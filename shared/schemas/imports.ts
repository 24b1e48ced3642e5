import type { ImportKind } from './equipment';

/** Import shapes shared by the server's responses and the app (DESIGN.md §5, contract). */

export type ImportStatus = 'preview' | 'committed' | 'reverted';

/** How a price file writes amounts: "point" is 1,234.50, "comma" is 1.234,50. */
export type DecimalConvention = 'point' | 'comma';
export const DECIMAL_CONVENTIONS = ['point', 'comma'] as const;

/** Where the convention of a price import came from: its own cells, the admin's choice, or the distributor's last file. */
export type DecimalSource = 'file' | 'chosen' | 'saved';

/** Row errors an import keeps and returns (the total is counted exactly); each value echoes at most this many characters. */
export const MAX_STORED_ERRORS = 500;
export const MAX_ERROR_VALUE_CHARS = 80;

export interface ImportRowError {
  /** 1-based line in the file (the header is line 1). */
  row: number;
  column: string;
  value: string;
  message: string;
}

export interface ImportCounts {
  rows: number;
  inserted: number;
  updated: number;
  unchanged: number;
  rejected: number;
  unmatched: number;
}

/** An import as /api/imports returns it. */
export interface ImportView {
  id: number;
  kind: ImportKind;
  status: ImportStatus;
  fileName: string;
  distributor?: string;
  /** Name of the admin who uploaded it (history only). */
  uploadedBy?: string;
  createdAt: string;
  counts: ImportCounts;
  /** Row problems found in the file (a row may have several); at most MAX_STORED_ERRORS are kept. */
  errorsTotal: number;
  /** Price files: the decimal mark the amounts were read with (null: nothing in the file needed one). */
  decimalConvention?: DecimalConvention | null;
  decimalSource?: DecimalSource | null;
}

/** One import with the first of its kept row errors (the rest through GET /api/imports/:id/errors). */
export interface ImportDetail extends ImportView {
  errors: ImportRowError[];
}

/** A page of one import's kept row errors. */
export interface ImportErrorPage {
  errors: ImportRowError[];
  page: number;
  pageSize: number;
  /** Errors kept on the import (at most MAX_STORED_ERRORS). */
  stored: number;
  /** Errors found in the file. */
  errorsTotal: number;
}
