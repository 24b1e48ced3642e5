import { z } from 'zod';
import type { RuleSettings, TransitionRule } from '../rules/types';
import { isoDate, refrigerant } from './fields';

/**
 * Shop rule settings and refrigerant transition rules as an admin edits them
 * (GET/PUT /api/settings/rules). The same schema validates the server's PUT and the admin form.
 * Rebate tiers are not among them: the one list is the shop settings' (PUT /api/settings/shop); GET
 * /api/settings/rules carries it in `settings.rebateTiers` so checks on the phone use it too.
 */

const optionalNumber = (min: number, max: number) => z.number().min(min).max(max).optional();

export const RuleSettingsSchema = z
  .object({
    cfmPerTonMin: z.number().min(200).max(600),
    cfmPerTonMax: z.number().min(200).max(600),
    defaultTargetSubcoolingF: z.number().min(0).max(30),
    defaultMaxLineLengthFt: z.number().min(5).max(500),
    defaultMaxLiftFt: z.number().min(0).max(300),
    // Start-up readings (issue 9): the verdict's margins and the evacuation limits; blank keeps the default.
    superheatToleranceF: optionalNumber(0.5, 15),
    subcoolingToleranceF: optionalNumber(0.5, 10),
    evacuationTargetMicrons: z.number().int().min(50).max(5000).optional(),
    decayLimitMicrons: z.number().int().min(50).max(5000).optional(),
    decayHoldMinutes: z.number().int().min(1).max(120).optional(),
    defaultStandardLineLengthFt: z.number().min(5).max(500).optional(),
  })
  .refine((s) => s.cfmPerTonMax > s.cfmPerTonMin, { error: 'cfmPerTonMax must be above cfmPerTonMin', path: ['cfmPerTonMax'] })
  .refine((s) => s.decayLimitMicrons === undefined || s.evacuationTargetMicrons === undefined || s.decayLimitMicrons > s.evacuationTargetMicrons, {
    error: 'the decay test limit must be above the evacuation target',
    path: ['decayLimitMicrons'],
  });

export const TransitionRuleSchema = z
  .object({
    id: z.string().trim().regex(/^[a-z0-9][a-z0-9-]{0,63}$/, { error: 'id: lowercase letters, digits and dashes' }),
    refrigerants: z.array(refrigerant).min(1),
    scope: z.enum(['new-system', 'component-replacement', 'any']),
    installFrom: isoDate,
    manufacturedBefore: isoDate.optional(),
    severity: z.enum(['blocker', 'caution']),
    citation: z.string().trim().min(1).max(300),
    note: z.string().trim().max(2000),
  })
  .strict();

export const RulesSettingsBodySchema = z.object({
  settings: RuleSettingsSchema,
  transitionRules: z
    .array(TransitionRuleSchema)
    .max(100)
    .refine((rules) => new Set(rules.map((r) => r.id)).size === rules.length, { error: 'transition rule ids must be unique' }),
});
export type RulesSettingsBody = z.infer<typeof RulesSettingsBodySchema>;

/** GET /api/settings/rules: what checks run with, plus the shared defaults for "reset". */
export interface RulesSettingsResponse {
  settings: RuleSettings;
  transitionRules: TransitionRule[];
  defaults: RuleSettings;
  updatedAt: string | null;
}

--

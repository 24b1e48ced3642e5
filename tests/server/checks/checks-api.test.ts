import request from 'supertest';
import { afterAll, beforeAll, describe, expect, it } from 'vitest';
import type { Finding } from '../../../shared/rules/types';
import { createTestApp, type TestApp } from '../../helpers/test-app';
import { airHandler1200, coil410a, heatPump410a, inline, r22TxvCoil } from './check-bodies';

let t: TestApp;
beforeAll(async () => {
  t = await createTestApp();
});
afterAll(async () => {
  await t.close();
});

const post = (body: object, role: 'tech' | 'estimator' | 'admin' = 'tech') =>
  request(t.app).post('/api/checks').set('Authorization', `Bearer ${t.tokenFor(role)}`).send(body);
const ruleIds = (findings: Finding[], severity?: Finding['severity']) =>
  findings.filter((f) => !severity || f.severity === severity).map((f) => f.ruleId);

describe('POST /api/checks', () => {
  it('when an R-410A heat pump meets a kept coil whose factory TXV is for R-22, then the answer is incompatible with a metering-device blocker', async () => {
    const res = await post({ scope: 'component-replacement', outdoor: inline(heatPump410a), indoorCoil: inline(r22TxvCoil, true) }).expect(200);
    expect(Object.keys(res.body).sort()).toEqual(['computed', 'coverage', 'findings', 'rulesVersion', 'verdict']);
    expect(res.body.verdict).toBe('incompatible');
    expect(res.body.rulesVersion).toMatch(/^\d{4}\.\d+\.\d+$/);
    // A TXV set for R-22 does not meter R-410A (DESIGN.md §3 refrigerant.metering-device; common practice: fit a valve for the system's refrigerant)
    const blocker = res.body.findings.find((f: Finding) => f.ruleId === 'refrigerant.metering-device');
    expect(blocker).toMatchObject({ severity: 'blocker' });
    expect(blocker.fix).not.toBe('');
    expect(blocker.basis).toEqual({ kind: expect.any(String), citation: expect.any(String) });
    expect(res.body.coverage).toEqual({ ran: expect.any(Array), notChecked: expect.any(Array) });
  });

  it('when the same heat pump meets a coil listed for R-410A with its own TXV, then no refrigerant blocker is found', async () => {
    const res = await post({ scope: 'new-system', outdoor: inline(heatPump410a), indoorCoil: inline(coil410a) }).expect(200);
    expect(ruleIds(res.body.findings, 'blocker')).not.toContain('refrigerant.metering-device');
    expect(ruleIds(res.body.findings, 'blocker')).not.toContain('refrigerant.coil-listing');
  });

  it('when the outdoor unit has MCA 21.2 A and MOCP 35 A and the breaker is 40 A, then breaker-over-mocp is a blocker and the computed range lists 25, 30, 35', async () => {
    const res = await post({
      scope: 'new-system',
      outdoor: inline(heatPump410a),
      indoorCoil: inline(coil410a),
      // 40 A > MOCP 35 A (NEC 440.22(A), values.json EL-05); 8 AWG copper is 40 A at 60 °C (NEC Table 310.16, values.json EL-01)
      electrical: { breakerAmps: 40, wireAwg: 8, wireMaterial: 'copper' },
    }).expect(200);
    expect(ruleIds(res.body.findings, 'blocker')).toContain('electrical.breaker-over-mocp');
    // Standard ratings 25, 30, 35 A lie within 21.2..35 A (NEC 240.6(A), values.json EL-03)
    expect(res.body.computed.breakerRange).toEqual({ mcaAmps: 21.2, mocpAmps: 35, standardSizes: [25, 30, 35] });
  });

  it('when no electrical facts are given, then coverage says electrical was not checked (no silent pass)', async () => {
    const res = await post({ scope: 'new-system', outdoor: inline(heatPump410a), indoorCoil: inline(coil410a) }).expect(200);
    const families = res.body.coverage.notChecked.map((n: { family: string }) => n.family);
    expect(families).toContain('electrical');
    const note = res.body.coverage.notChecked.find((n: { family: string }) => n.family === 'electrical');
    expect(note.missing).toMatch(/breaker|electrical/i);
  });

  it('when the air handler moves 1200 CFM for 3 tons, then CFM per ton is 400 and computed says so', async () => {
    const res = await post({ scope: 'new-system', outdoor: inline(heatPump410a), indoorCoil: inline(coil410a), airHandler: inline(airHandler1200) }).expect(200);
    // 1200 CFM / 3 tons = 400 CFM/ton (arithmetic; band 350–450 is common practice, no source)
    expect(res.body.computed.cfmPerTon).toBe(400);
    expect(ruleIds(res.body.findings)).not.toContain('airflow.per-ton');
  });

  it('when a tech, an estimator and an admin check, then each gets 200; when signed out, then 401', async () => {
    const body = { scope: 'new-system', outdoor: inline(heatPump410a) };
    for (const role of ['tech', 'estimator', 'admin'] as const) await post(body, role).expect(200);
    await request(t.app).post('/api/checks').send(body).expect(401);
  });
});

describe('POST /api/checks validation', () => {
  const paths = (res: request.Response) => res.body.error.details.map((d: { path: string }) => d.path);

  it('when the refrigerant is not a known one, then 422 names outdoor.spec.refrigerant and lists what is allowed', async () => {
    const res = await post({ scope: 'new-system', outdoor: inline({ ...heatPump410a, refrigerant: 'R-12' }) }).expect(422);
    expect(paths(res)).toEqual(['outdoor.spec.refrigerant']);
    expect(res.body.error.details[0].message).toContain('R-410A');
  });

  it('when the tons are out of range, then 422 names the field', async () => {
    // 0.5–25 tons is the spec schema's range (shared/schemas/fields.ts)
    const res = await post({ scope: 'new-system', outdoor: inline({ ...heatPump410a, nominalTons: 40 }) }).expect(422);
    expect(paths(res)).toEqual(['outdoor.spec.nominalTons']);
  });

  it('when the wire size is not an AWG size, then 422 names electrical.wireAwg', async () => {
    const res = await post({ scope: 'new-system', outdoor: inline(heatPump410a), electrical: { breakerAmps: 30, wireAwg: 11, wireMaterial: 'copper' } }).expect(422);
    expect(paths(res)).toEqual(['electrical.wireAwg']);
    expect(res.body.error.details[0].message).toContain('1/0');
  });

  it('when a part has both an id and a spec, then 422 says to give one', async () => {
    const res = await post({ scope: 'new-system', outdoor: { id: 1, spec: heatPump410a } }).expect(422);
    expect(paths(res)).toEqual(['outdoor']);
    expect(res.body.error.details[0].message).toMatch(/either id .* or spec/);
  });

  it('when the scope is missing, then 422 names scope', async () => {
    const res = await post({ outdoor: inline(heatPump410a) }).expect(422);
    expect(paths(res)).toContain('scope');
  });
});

---

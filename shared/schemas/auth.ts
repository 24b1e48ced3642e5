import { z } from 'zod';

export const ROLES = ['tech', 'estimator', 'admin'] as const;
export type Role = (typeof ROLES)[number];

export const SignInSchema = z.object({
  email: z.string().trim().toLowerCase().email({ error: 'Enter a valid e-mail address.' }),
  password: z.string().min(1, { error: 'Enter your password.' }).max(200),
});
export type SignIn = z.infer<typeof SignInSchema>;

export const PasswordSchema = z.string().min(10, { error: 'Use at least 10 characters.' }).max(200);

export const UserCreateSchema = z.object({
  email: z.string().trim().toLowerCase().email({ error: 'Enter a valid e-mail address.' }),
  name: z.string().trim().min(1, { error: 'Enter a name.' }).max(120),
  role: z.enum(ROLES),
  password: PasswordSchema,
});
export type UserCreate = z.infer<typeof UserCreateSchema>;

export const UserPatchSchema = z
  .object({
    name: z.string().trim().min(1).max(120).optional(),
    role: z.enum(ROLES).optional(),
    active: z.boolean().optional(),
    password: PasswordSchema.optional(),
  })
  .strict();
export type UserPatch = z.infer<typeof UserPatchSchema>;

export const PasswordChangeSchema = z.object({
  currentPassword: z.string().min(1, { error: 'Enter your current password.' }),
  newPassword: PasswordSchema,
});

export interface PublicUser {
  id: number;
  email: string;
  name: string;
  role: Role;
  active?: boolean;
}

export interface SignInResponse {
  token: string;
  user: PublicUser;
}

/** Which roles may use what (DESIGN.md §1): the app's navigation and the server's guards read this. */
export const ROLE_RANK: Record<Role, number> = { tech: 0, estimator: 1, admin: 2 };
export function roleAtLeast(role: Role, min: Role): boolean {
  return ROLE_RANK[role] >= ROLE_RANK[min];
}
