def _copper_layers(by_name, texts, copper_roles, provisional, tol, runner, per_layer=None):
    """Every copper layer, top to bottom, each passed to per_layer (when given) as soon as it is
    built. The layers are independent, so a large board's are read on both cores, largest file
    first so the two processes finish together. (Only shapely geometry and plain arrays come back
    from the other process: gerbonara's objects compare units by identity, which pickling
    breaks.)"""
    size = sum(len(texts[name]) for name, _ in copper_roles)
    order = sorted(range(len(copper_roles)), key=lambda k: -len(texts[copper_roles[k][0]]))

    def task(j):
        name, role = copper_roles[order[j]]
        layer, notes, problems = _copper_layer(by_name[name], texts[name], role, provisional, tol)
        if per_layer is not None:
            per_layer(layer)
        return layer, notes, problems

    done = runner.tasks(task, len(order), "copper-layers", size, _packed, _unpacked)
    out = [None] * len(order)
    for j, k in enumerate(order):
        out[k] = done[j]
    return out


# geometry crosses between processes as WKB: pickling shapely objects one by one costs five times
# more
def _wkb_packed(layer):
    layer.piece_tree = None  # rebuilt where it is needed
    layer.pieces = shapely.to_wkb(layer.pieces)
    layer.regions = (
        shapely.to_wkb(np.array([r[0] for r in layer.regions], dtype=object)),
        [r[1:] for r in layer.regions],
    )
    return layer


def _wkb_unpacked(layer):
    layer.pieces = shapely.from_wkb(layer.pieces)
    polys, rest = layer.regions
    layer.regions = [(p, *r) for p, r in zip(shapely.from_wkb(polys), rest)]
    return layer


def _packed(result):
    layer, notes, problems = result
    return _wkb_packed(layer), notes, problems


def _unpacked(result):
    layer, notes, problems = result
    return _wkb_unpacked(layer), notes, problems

(Your objective): Using only the entries above, output the line with "filename shared/schemas/imports.ts", the line with "export type DecimalSource", and all lines between them, exactly as they stand.

(Solved exercise):
filename shared/schemas/imports.ts
repository 24b1e48ced3642e5
import type { ImportKind } from './equipment';

/** Import shapes shared by the server's responses and the app (DESIGN.md §5, contract). */

export type ImportStatus = 'preview' | 'committed' | 'reverted';

/** How a price file writes amounts: "point" is 1,234.50, "comma" is 1.234,50. */
export type DecimalConvention = 'point' | 'comma';
export const DECIMAL_CONVENTIONS = ['point', 'comma'] as const;

/** Where the convention of a price import came from: its own cells, the admin's choice, or the distributor's last file. */
export type DecimalSource = 'file' | 'chosen' | 'saved';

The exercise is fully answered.